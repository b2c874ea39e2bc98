/**
 * "Rerun" from a plan sheet: find the run record stored for the sheet and read it, or say why not.
 */
import type { RunRecord } from "../sheets/PlanSettings.js";
import { scenarioSettingsKey } from "../sheets/scenarioSettingsKey.js";
import { parseRunRecord } from "../sheets/settingsSchema.js";
import type { WorkbookPort } from "../workbook/WorkbookPort.js";

/**
 * The run record stored with a plan sheet.
 *
 * @param port - the workbook
 * @param sheet - the plan sheet's name
 * @returns the record, or the message to show when the sheet has none or it cannot be read
 */
export async function storedRunRecord(port: WorkbookPort, sheet: string): Promise<{ record: RunRecord } | { message: string }> {
  const stored = (await port.readSettings())[scenarioSettingsKey(sheet)];
  if (!stored) {
    return { message: `"${sheet}" is not a plan sheet made by Kiln (no stored settings). Go to a plan sheet and try again.` };
  }
  const loaded = parseRunRecord(stored);
  if (!loaded.ok) {
    return { message: `The settings stored for "${sheet}" cannot be read (${loaded.message}); optimize with the pane's settings instead.` };
  }
  return { record: loaded.record };
}
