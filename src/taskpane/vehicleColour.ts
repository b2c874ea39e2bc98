/**
 * Kiln's route palette: the eight colours of Okabe & Ito (2008), "Color Universal Design (CUD):
 * how to make figures and presentations that are friendly to colorblind people" — a qualitative
 * scheme chosen so that people with protan, deutan or tritan colour vision can tell them apart.
 * Hex values as published there (from memory: the sRGB values Okabe & Ito list for each colour).
 * Order: the strongest colours on a light map first; yellow last, as it is faint on white.
 */
export const ROUTE_PALETTE = [
  { name: "blue", hex: "#0072B2" },
  { name: "vermillion", hex: "#D55E00" },
  { name: "bluish green", hex: "#009E73" },
  { name: "reddish purple", hex: "#CC79A7" },
  { name: "orange", hex: "#E69F00" },
  { name: "sky blue", hex: "#56B4E9" },
  { name: "black", hex: "#000000" },
  { name: "yellow", hex: "#F0E442" },
] as const;

/** Line dash patterns (px) for the second, third ... lap through the palette. */
const DASHES: readonly (readonly number[])[] = [[], [8, 4], [2, 3], [10, 3, 2, 3]];

/** How a route is drawn: a colour from the palette and a dash pattern (empty: solid). */
export interface RouteStyle {
  /** CSS colour (hex). */
  readonly colour: string;
  /** The palette colour's name, for the legend's text. */
  readonly colourName: string;
  /** Canvas line dash (px); empty for a solid line. */
  readonly dash: readonly number[];
}

/**
 * The style of the route of vehicle number `index`: colours repeat after eight, each lap with a
 * different dash pattern, so no two of the first 32 routes look alike (colour is never the only cue).
 *
 * @param index - 0-based vehicle index (>= 0)
 * @returns the route's colour, colour name and dash pattern
 * @throws RangeError on a negative or non-integer index
 * @example vehicleStyle(1) // => { colour: "#D55E00", colourName: "vermillion", dash: [] }
 */
export function vehicleStyle(index: number): RouteStyle {
  if (!(Number.isInteger(index) && index >= 0)) throw new RangeError(`index must be a non-negative integer, got ${index}`);
  const entry = ROUTE_PALETTE[index % ROUTE_PALETTE.length]!;
  const lap = Math.floor(index / ROUTE_PALETTE.length);
  return { colour: entry.hex, colourName: entry.name, dash: DASHES[lap % DASHES.length]! };
}

/**
 * The colour of the route of vehicle number `index` (see `vehicleStyle` for the dash pattern).
 *
 * @param index - 0-based vehicle index (>= 0)
 * @returns a CSS colour
 * @throws RangeError on a negative or non-integer index
 * @example vehicleColour(0) // => "#0072B2"
 */
export function vehicleColour(index: number): string {
  return vehicleStyle(index).colour;
}
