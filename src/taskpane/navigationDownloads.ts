/**
 * The result's "Download GPX" and "Download GeoJSON" links: the files are written in the page
 * by the pure writers of `src/exports` and offered as Blob URLs; nothing is sent anywhere.
 */
import type { RouteFilesInput } from "../exports/RouteFilesInput.js";
import { safeFileStem } from "../exports/safeFileStem.js";
import { writeGeoJson } from "../exports/writeGeoJson.js";
import { writeGpx } from "../exports/writeGpx.js";

/** Media types: GPX as registered by its authors, GeoJSON by RFC 7946 §12. */
const GPX_TYPE = "application/gpx+xml";
const GEOJSON_TYPE = "application/geo+json";

/** Keeps the two links and the Blob URLs behind them (revoked when replaced). */
export class NavigationDownloads {
  private urls: string[] = [];

  /**
   * @param gpx - the "Download GPX" link
   * @param geojson - the "Download GeoJSON" link
   */
  constructor(
    private readonly gpx: HTMLAnchorElement,
    private readonly geojson: HTMLAnchorElement,
  ) {}

  /**
   * Write both files for a run and show the links.
   *
   * @param input - problem, plan, stop rows, carried headers and scenario name
   * @example downloads.show({ problem, plan, stopRows, extraHeaders, scenario: "Plan 1" })
   */
  show(input: RouteFilesInput & { readonly scenario: string }): void {
    this.clear();
    const stem = safeFileStem(input.scenario, "routes");
    this.offer(this.gpx, new Blob([writeGpx(input)], { type: GPX_TYPE }), `${stem}.gpx`);
    this.offer(this.geojson, new Blob([JSON.stringify(writeGeoJson(input), null, 1) + "\n"], { type: GEOJSON_TYPE }), `${stem}.geojson`);
  }

  /** Hide the links and release the files (a new workbook was opened). */
  clear(): void {
    for (const url of this.urls) URL.revokeObjectURL(url);
    this.urls = [];
    for (const a of [this.gpx, this.geojson]) {
      a.hidden = true;
      a.removeAttribute("href");
    }
  }

  private offer(link: HTMLAnchorElement, blob: Blob, name: string): void {
    const url = URL.createObjectURL(blob);
    this.urls.push(url);
    link.href = url;
    link.download = name;
    link.hidden = false;
  }
}
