/**
 * The running optimization's read-out: progress bar, elapsed and remaining time, current and
 * best cost, acceptance rate, temperature and the convergence plot.
 */
import type { Progress, SolveResult } from "../core/index.js";
import type { ConvergencePlot } from "./ConvergencePlot.js";
import { formatDuration } from "./formatClock.js";
import type { PaneDom } from "./paneDom.js";

/**
 * Show one progress report.
 *
 * @param d - the pane's elements
 * @param convergence - the convergence plot, which gets the point
 * @param p - the report
 * @param seconds - the run's seconds budget; undefined for a move budget (remaining time extrapolated)
 */
export function showProgress(d: PaneDom, convergence: ConvergencePlot, p: Progress, seconds: number | undefined): void {
  d.progressBar.style.width = `${Math.round(p.fraction * 100)}%`;
  d.progressBar.parentElement?.setAttribute("aria-valuenow", String(Math.round(p.fraction * 100)));
  d.statElapsed.textContent = formatDuration(p.elapsedMs / 1000);
  const remaining =
    seconds !== undefined ? seconds - p.elapsedMs / 1000 : p.fraction > 0 ? (p.elapsedMs / 1000) * (1 / p.fraction - 1) : NaN;
  d.statRemaining.textContent = formatDuration(Math.max(0, remaining));
  d.statCurrent.textContent = formatCost(p.currentCost);
  d.statBest.textContent = Number.isFinite(p.bestCost) ? formatCost(p.bestCost) : "none feasible yet";
  d.statAccept.textContent = p.worseAccepted === undefined ? "–" : `${(p.worseAccepted * 100).toFixed(1)}%`;
  d.statTemp.textContent = p.temperature.toPrecision(3);
  convergence.add(p);
}

/**
 * The read-out once the run has ended: the bar full, "finished" or "stopped" instead of a time
 * left, and the best cost replaced by the cost of the plan the run returned (the exact evaluation
 * the result shows, so the two never differ).
 *
 * @param d - the pane's elements
 * @param result - the run's result
 * @param stopped - true when the user pressed Stop
 */
export function showFinished(d: PaneDom, result: SolveResult, stopped: boolean): void {
  d.progressBar.style.width = "100%";
  d.progressBar.parentElement?.setAttribute("aria-valuenow", "100");
  d.statElapsed.textContent = formatDuration(result.stats.elapsedMs / 1000);
  d.statRemaining.textContent = stopped ? "stopped" : "finished";
  d.statBest.textContent = formatCost(result.plan.totals.cost);
}

function formatCost(cost: number): string {
  return Number.isFinite(cost) ? cost.toLocaleString("en", { maximumFractionDigits: 1 }) : "–";
}
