// Loads office.js only when an Office host may be around: the manifest opens the pane with
// ?kiln-host=office, and Office itself passes _host_Info to the pane (web, Windows, Mac) and runs
// it in an iframe or a web view. It comes from Microsoft's CDN (the URL is this script tag's
// data-office-js attribute), the documented location. In a plain browser tab nothing is loaded,
// so nothing reaches the network. A file of its own, not an inline script, so that the page's
// Content-Security-Policy can say `script-src 'self'` (docs/content-security-policy.md).
// Leaves window.__kilnOffice = { hint, failed } for whenOfficeReady.ts.
(function () {
  var w = window;
  var me = document.currentScript;
  var src = me ? me.getAttribute("data-office-js") : null;
  var hint =
    /[?&#](_host_Info|kiln-host)=/i.test(w.location.search + w.location.hash) ||
    /_host_Info|hostInfoValue/i.test(w.name || "") ||
    w.parent !== w ||
    !!(w.chrome && w.chrome.webview) ||
    !!(w.webkit && w.webkit.messageHandlers) ||
    !!(w.external && "GetContext" in w.external);
  try {
    hint = hint || !!w.sessionStorage.getItem("hostInfoValue");
  } catch {
    // storage blocked: rely on the other hints
  }
  var state = { hint: hint, failed: false };
  w.__kilnOffice = state;
  if (!hint || !src) return;
  // A script that fails to load fires "error" on its element without bubbling: listen in the
  // capture phase rather than with an inline onerror attribute, which the policy forbids.
  w.addEventListener(
    "error",
    function (e) {
      if (e.target && e.target.src === src) state.failed = true;
    },
    true,
  );
  // Written while the page is parsed, so office.js runs before the pane's deferred script.
  document.write('<script src="' + src + '"></' + "script>");
})();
* * *
> _Task details_:
Retype the records above, but only those lines that fall between the line containing "export class NavigationDownloads" and the line containing "for (const url", with both of those lines included, exactly as written.

> _Answer to this task_:
export class NavigationDownloads {
  private urls: string[] = [];

  /**
   * @param gpx - the "Download GPX" link
   * @param geojson - the "Download GeoJSON" link
   */
  constructor(
    private readonly gpx: HTMLAnchorElement,
    private readonly geojson: HTMLAnchorElement,
  ) {}

  /**
   * Write both files for a run and show the links.
   *
   * @param input - problem, plan, stop rows, carried headers and scenario name
   * @example downloads.show({ problem, plan, stopRows, extraHeaders, scenario: "Plan 1" })
   */
  show(input: RouteFilesInput & { readonly scenario: string }): void {
    this.clear();
    const stem = safeFileStem(input.scenario, "routes");
    this.offer(this.gpx, new Blob([writeGpx(input)], { type: GPX_TYPE }), `${stem}.gpx`);
    this.offer(this.geojson, new Blob([JSON.stringify(writeGeoJson(input), null, 1) + "\n"], { type: GEOJSON_TYPE }), `${stem}.geojson`);
  }

  /** Hide the links and release the files (a new workbook was opened). */
  clear(): void {
    for (const url of this.urls) URL.revokeObjectURL(url);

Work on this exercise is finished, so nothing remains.